#include <rw/tvdlist.h> RWTValDlist<T> dlist;
If you have the Standard C++ Library, use the interface described here. Otherwise, use the restricted interface to RWTValDlist described in Appendix A.
This class maintains a collection of values, implemented as a doubly-linked list.
Isomorphic
In this example, a doubly-linked list of user type Dog is exercised.
//
// tvdldog.cpp
//
#include <rw/tvdlist.h>
#include <iostream.h>
#include <string.h>
class Dog {
char* name;
public:
Dog( const char* c = "") {
name = new char[strlen(c)+1];
strcpy(name, c); }
~Dog() { delete name; }
// Define a copy constructor:
Dog(const Dog& dog) {
name = new char[strlen(dog.name)+1];
strcpy(name, dog.name); }
// Define an assignment operator:
void operator=(const Dog& dog) {
if (this!=&dog) {
delete name;
name = new char[strlen(dog.name)+1];
strcpy(name, dog.name);
}
}
// Define an equality test operator:
int operator==(const Dog& dog) const {
return strcmp(name, dog.name)==0; }
// order alphabetically:
int operator<(const Dog& dog) const {
return strcmp(name, dog.name) < 0; }
friend ostream& operator<<(ostream& str, const Dog& dog){
str << dog.name;
return str;}
};
main(){
RWTValDlist<Dog> terriers;
terriers.insert("Cairn Terrier"); // NB: type conversion occurs
terriers.insert("Irish Terrier");
terriers.insert("Schnauzer");
cout << "The list " <<
(terriers.contains("Schnauzer") ? "does " : "does not ") <<
"contain a Schnauzer\n";
terriers.insertAt(
terriers.index("Irish Terrier"),
"Fox Terrier"
);
while (!terriers.isEmpty())
cout << terriers.get() << endl;
return 0;
}
Program Output:
The list does contain a Schnauzer
Cairn Terrier
Fox Terrier
Irish Terrier
Schnauzer
Classes RWTValDeque<T>, RWTValSlist<T>, and RWTValOrderedVector<T> also provide a Rogue Wave interface to C++-standard sequence collections.
Class list<T,allocator> is the C++-standard collection that serves as the underlying implementation for this class.
typedef list<T,allocator> container_type; typedef container_type::iterator iterator; typedef container_type::const_iterator const_iterator; typedef container_type::size_type size_type; typedef T value_type; typedef T& reference; typedef const T& const_reference;
RWTValDlist<T>();
Constructs an empty, doubly-linked list.
RWTValDlist<T>(const list<T,allocator>& lst);
Constructs a doubly-linked list by copying all elements of lst.
RWTValDlist<T>(const RWTValDlist<T>& rwlst);
Copy constructor.
RWTValDlist<T>(size_type n, const T& val = T());
Constructs a doubly-linked list with n elements, each initialized to val.
RWTValDlist<T>(const T* first, const T* last);
Constructs a doubly-linked list by copying elements from the array of Ts pointed to by first, up to, but not including, the element pointed to by last.
RWTValDlist<T>& operator=(const RWTValDlist<T>& lst); RWTValDlist<T>& operator=(const list<T,allocator>& lst);
Calls the destructor on all elements of self and replaces them by copying all elements of lst.
bool operator<(const RWTValDlist<T>& lst) const; bool operator<(const list<T,allocator>& lst) const;
Returns true if self compares lexicographically less than lst, otherwise returns false.
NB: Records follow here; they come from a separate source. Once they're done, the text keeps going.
// Package assets embeds the files Brightfold ships inside its binary: the
// demo model bundle (model.onnx and card.json of the demo classifier trained
// on the synthetic phantoms of the invented Harbourside Memory Research
// Unit). `make demo-model` retrains the bundle from its seeds; see
// tools/traindemo. Research use only. Not a diagnosis.
package assets

import (
	"embed"
	"io/fs"
)

//go:embed demo-bundle/model.onnx demo-bundle/card.json
var demo embed.FS

// DemoBundleDir is the repository folder the demo bundle is embedded from.
const DemoBundleDir = "demo-bundle"

// DemoBundleName names the embedded bundle in messages and results.
const DemoBundleName = "embedded demo bundle"

// DemoBundle returns the demo bundle's files: a file system whose single
// top-level folder, DemoBundleDir, holds model.onnx and card.json, as a zip
// of a bundle folder has them; inference.LoadBundleFS reads it as it is.
func DemoBundle() fs.FS { return demo }

// DemoFile returns one file of the demo bundle ("model.onnx" or
// "card.json").
func DemoFile(name string) ([]byte, error) { return demo.ReadFile(DemoBundleDir + "/" + name) }
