// sanitize drops figures that are undefined for these data (for example a
// zero variance with a single case per class, or readers who agree exactly)
// and says so, so that every number reported is finite.
func (a *Analysis) sanitize() {
	if t := a.Test; t != nil && !(finite(t.P) && finitePtr(t.F) && finitePtr(t.Chi2) && finitePtr(t.Z) && finitePtr(t.DF1) && finitePtr(t.DF2)) {
		a.Test = nil
		a.Warnings = append(a.Warnings, "the test is undefined for these data (no variance between or within readers)")
	}
	var diffs []Difference
	for _, d := range a.Differences {
		if finite(d.Estimate, d.SE, d.P, d.CI95[0], d.CI95[1]) && finitePtr(d.DF) {
			diffs = append(diffs, d)
		}
	}
	a.Differences = diffs
	if d := a.Difference; d != nil && !(finite(d.Estimate, d.SE, d.P, d.CI95[0], d.CI95[1]) && finitePtr(d.DF)) {
		a.Difference = nil
		a.Warnings = append(a.Warnings, "the difference's interval is undefined for these data")
	} else if len(a.Differences) > 0 {
		a.Difference = &a.Differences[0]
	}
	for i := range a.Conditions {
		c := &a.Conditions[i]
		if c.CI95 != nil && !finite(c.CI95[0], c.CI95[1]) {
			c.CI95 = nil
		}
		if !finite(c.SE) {
			c.SE = 0
		}
		if !finitePtr(c.DF) {
			c.DF = nil
		}
	}
	if m := a.Components; m != nil && !finite(m.Error, m.Cov1, m.Cov2, m.Cov3, m.MST, m.MSTR) {
		a.Components = nil
	}
}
Type T must have well-defined less-than semantics (T::operator<(const T&) or equivalent).
bool operator==(const RWTValDlist<T>& lst) const; bool operator==(const list<T,allocator>& lst) const;
Returns true if self compares equal to lst, otherwise returns false. Two collections are equal if both have the same number of entries, and iterating through both collections produces, in turn, individual elements that compare equal to each other.
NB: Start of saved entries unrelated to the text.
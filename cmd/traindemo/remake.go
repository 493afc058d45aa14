package main

import (
	"context"
	"fmt"
	"math"
	"os"
	"path/filepath"
	"strings"

	"brightfold/inference"
	"brightfold/inference/modelmake"
	"brightfold/internal/manifest"
	"brightfold/internal/ortlib"
	"brightfold/internal/parallel"
	"brightfold/internal/phantom"
	"brightfold/internal/train"
	"brightfold/internal/volume/nifti"
)

// remake runs `model make` on the committed demo model with the demo
// recipe's cases: its validation and calibration phantoms (which no
// gradient step saw) as the calibration split and its held-out phantoms as
// the validation split, and compares the figures with the committed card
// (assets/demo-model/card.json): the held-out AUROC within tol, the
// temperature within 10·tol. nCal and nVal (0: the recipe's) shrink the
// run for a smoke test, which then cannot be expected to agree.
func remake(modelDir, work string, nCal, nVal, workers int, tol float64, logf func(string, ...any)) error {
	r := train.DemoRecipe()
	if nCal <= 0 {
		nCal = r.NVal + r.NCal
	}
	if nVal <= 0 {
		nVal = r.NTest
	}
	folder, err := inference.LoadModelFolder(modelDir)
	if err != nil {
		return err
	}
	if err := os.MkdirAll(work, 0o755); err != nil {
		return err
	}
	type spec struct {
		seed        uint64
		index       int
		split, name string
	}
	var specs []spec
	for i := 0; i < nCal; i++ {
		specs = append(specs, spec{r.CohortSeed, r.NTrain + i, manifest.SplitCalibration, ""})
	}
	for i := 0; i < nVal; i++ {
		specs = append(specs, spec{r.TestSeed, i, manifest.SplitValidation, ""})
	}
	rows := make([]string, len(specs))
	err = parallel.EachErr(len(specs), workers, func(_, k int) error {
		s := specs[k]
		c, err := phantom.Generate(s.seed, s.index, phantom.Options{Workers: 1})
		if err != nil {
			return err
		}
		name := fmt.Sprintf("s%d-%s.nii.gz", s.seed, c.Subject.ID)
		p := filepath.Join(work, name)
		if _, err := os.Stat(p); err != nil {
			if err := nifti.Write(p, c.Volume, nifti.WriteOptions{}); err != nil {
				return err
			}
		}
		rows[k] = fmt.Sprintf("%s,%s,%s,%s", name, folder.Card.Classes[c.Subject.Label], s.split, c.Subject.Site)
		if k%50 == 0 {
			logf("phantoms: %d/%d", k, len(specs))
		}
		return nil
	})
	if err != nil {
		return err
	}
	man := filepath.Join(work, "cases.csv")
	if err := os.WriteFile(man, []byte("path,label,split,site\n"+strings.Join(rows, "\n")+"\n"), 0o644); err != nil {
		return err
	}
	m, err := manifest.Read(man, "")
	if err != nil {
		return err
	}
	lib, err := ortlib.Find("")
	if err != nil {
		return err
	}
	if err := inference.InitRuntime(lib); err != nil {
		return err
	}
	g, err := modelmake.Discover(modelDir, folder.Model, modelmake.Overrides{})
	if err != nil {
		return err
	}
	res, err := modelmake.Make(context.Background(), modelDir, folder.Model, g, m, modelmake.Options{Classes: folder.Card.Classes,
		Spec: folder.Card.Preprocessing, Name: folder.Card.Name, Version: folder.Card.Version, IntendedUse: folder.Card.IntendedUse,
		TrainingData: folder.Card.TrainingData, Seed: 1, Workers: workers, Log: logf})
	if err != nil {
		return err
	}
	return compareRemake(folder.Card, res.Card, tol, logf)
}

func compareRemake(old, made *inference.Card, tol float64, logf func(string, ...any)) error {
	var held float64 = math.NaN()
	for _, mt := range old.Validation {
		if mt.Name == "auroc" && strings.HasPrefix(mt.Split, "held-out") {
			held = mt.Value
		}
	}
	var now inference.Metric
	for _, mt := range made.Validation {
		if mt.Name == "auroc" && mt.Site == "" {
			now = mt
		}
	}
	logf("same model: %v (sha256 %s)", old.ModelSHA256 == made.ModelSHA256, made.ModelSHA256)
	logf("held-out AUROC: committed card %.4f, model make %.4f [%.4f, %.4f] (tolerance %.2g)", held, now.Value, now.CI95[0], now.CI95[1], tol)
	logf("temperature: committed card %.4f, model make %.4f", old.Calibration.Temperature, made.Calibration.Temperature)
	for _, mt := range made.Validation {
		if mt.Site == "" {
			logf("  %-22s %.4f %v", mt.Name, mt.Value, mt.CI95)
		}
	}
	if old.ModelSHA256 != made.ModelSHA256 || math.Abs(held-now.Value) > tol || math.Abs(old.Calibration.Temperature-made.Calibration.Temperature) > 10*tol {
		return fmt.Errorf("model make on the demo recipe's cases differs from the committed card beyond the tolerance")
	}
	return nil
}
reference operator()(size_type i); const_reference operator()(size_type i) const;
Returns a reference to the ith element of self. Index i should be between 0 and one less then the number of entries, otherwise the results are undefined--no bounds checking is performed.
reference operator[](size_type i); const_reference operator[](size_type i) const;
Returns a reference to the ith element of self. Index i must be between 0 and one less then the number of entries in self, otherwise the function throws an exception of type RWBoundsErr.
void append(const_reference a);
Adds the item a to the end of the collection.
void apply(void (*fn)(reference,void*), void* d); void apply(void (*fn)(const_reference,void*), void* d) const;
Applies the user-defined function pointed to by fn to every item in the collection. This function must have one of the prototypes:
void yourfun(const_reference a, void* d); void yourfun(reference a, void* d);
Client data may be passed through parameter d.
reference at(size_type i);
const_reference at(size_type i) const;
Returns a reference to the ith element of self. Index i must be between 0 and one less then the number of entries in self, otherwise the function throws an exception of type RWBoundsErr.
iterator begin(); const_iterator begin() const;
Returns an iterator positioned at the first element of self.
void clear();
Clears the collection by removing all items from self. Each item will have its destructor called.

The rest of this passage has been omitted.